[Records for this exercise]
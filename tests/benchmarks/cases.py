"""The rooms that are timed, and how: the sides take turns in one process, and the median of each counts."""

from collections.abc import Callable, Sequence
from dataclasses import dataclass
from statistics import median
from time import perf_counter

import numpy as np
import polygons
import rivals

from kernelscan.geometry.kernel import kernel_of_rings, visibility_kernel
from kernelscan.geometry.linear_programs import deepest_point

Side = Callable[[np.ndarray], object]


def ours(ring: np.ndarray) -> object:
    """Our kernel of a ring already made."""
    return kernel_of_rings((ring,))


RIVALS: dict[str, Side] = {
    "kernelscan": ours,
    "numpy pass": rivals.numpy_pass,
    "shapely clipping": rivals.shapely_clipping,
    "scipy halfspaces": rivals.scipy_halfspaces,
    "scipy dual hull": rivals.scipy_dual_hull,
    "float deque": rivals.float_deque,
}


@dataclass(frozen=True)
class Case:
    """Rooms to be timed, which sides take part, how often, and what is to be reached (ours to theirs)."""

    name: str
    rooms: Callable[[], Sequence[np.ndarray]]
    sides: tuple[str, ...]
    rounds: int
    goals: dict[str, float]


def one(make: Callable[[], np.ndarray]) -> Callable[[], Sequence[np.ndarray]]:
    return lambda: [np.ascontiguousarray(make())]


def mixed_rooms(count: int = 10_000) -> list[np.ndarray]:
    rng = np.random.default_rng(3)
    return [np.ascontiguousarray(polygons.mixed(rng)) for _ in range(count)]


def star(n: int) -> np.ndarray:
    return polygons.even_star(np.random.default_rng(1), n)


def orthogonal(n: int) -> np.ndarray:
    return polygons.orthogonal_star(np.random.default_rng(1), n)


ALL = tuple(RIVALS)
NO_CLIPPING = tuple(name for name in ALL if name != "shapely clipping")
PASS_AND_SCIPY = ("kernelscan", "numpy pass", "scipy halfspaces")
WITH_CLIPPING = ("kernelscan", "numpy pass", "shapely clipping")
MILLION = 1_000_000

CASES = [
    Case("10,000 mixed rooms of 4 to 40 edges", mixed_rooms, ("kernelscan", "shapely clipping"), 3,
         {"shapely clipping": 4}),
    Case("random star, n = 1,000", one(lambda: star(1000)), ALL, 15,
         {"shapely clipping": 10, "scipy halfspaces": 5}),
    Case("smooth star, n = 1,000", one(lambda: polygons.smooth_star(1000)), ALL, 15,
         {"shapely clipping": 10, "scipy halfspaces": 5}),
    Case("orthogonal, n = 1,000", one(lambda: orthogonal(1000)), ALL, 15,
         {"shapely clipping": 10, "scipy halfspaces": 5}),
    Case("random star, n = 100,000", one(lambda: star(100_000)), NO_CLIPPING, 5,
         {"scipy halfspaces": 50, "float deque": 50}),
    Case("smooth star, n = 100,000", one(lambda: polygons.smooth_star(100_000)), NO_CLIPPING, 5,
         {"scipy halfspaces": 50, "float deque": 50}),
    Case("random star, n = 1,000,000", one(lambda: star(MILLION)), PASS_AND_SCIPY, 3,
         {"numpy pass": 1 / 8, "scipy halfspaces": 100}),
    Case("smooth star, n = 1,000,000", one(lambda: polygons.smooth_star(MILLION)), PASS_AND_SCIPY, 3,
         {"numpy pass": 1 / 8, "scipy halfspaces": 100}),
    Case("orthogonal, n = 1,000,000", one(lambda: orthogonal(MILLION)), PASS_AND_SCIPY, 3,
         {"numpy pass": 1 / 8, "scipy halfspaces": 100}),
    Case("comb (empty), n = 1,000,000", one(lambda: polygons.comb(MILLION)), WITH_CLIPPING, 5,
         {"numpy pass": 1 / 8, "shapely clipping": 1}),
    Case("convex, n = 1,000,000", one(lambda: polygons.convex(MILLION)), PASS_AND_SCIPY, 3,
         {"numpy pass": 1 / 8, "scipy halfspaces": 100}),
    Case("convex with dents, n = 1,000,000", one(lambda: polygons.dented(MILLION)),
         ("kernelscan", "numpy pass"), 3, {}),
    Case("comb (empty), n = 40", one(lambda: polygons.comb(40)), WITH_CLIPPING, 51, {"shapely clipping": 1}),
    Case("comb (empty), n = 1,000", one(lambda: polygons.comb(1000)), WITH_CLIPPING, 51, {"shapely clipping": 1}),
]  # fmt: skip


def timed(case: Case) -> dict[str, float]:
    """Return the median seconds for a room of each side, the sides taking turns."""
    rooms = case.rooms()
    times: dict[str, list[float]] = {name: [] for name in case.sides}
    for _ in range(case.rounds):
        for name in case.sides:
            side = RIVALS[name]
            start = perf_counter()
            for room in rooms:
                side(room)
            times[name].append((perf_counter() - start) / len(rooms))
    return {name: median(spent) for name, spent in times.items()}


def with_checks(ring: np.ndarray) -> object:
    """Our kernel from points as they come, which must be shown to make a ring first."""
    return visibility_kernel(ring)


def deepest(ring: np.ndarray) -> object:
    """Our deepest point."""
    return deepest_point([ring])


def deepest_by_scipy(ring: np.ndarray) -> object:
    """The same by scipy's linear programming."""
    return rivals.inner_point(*rivals.depths(ring))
[/Records for this exercise]
▸ Your task: Exactly one number is the answer: how many lines in the data include the word "smooth".

▸ Task solution: 3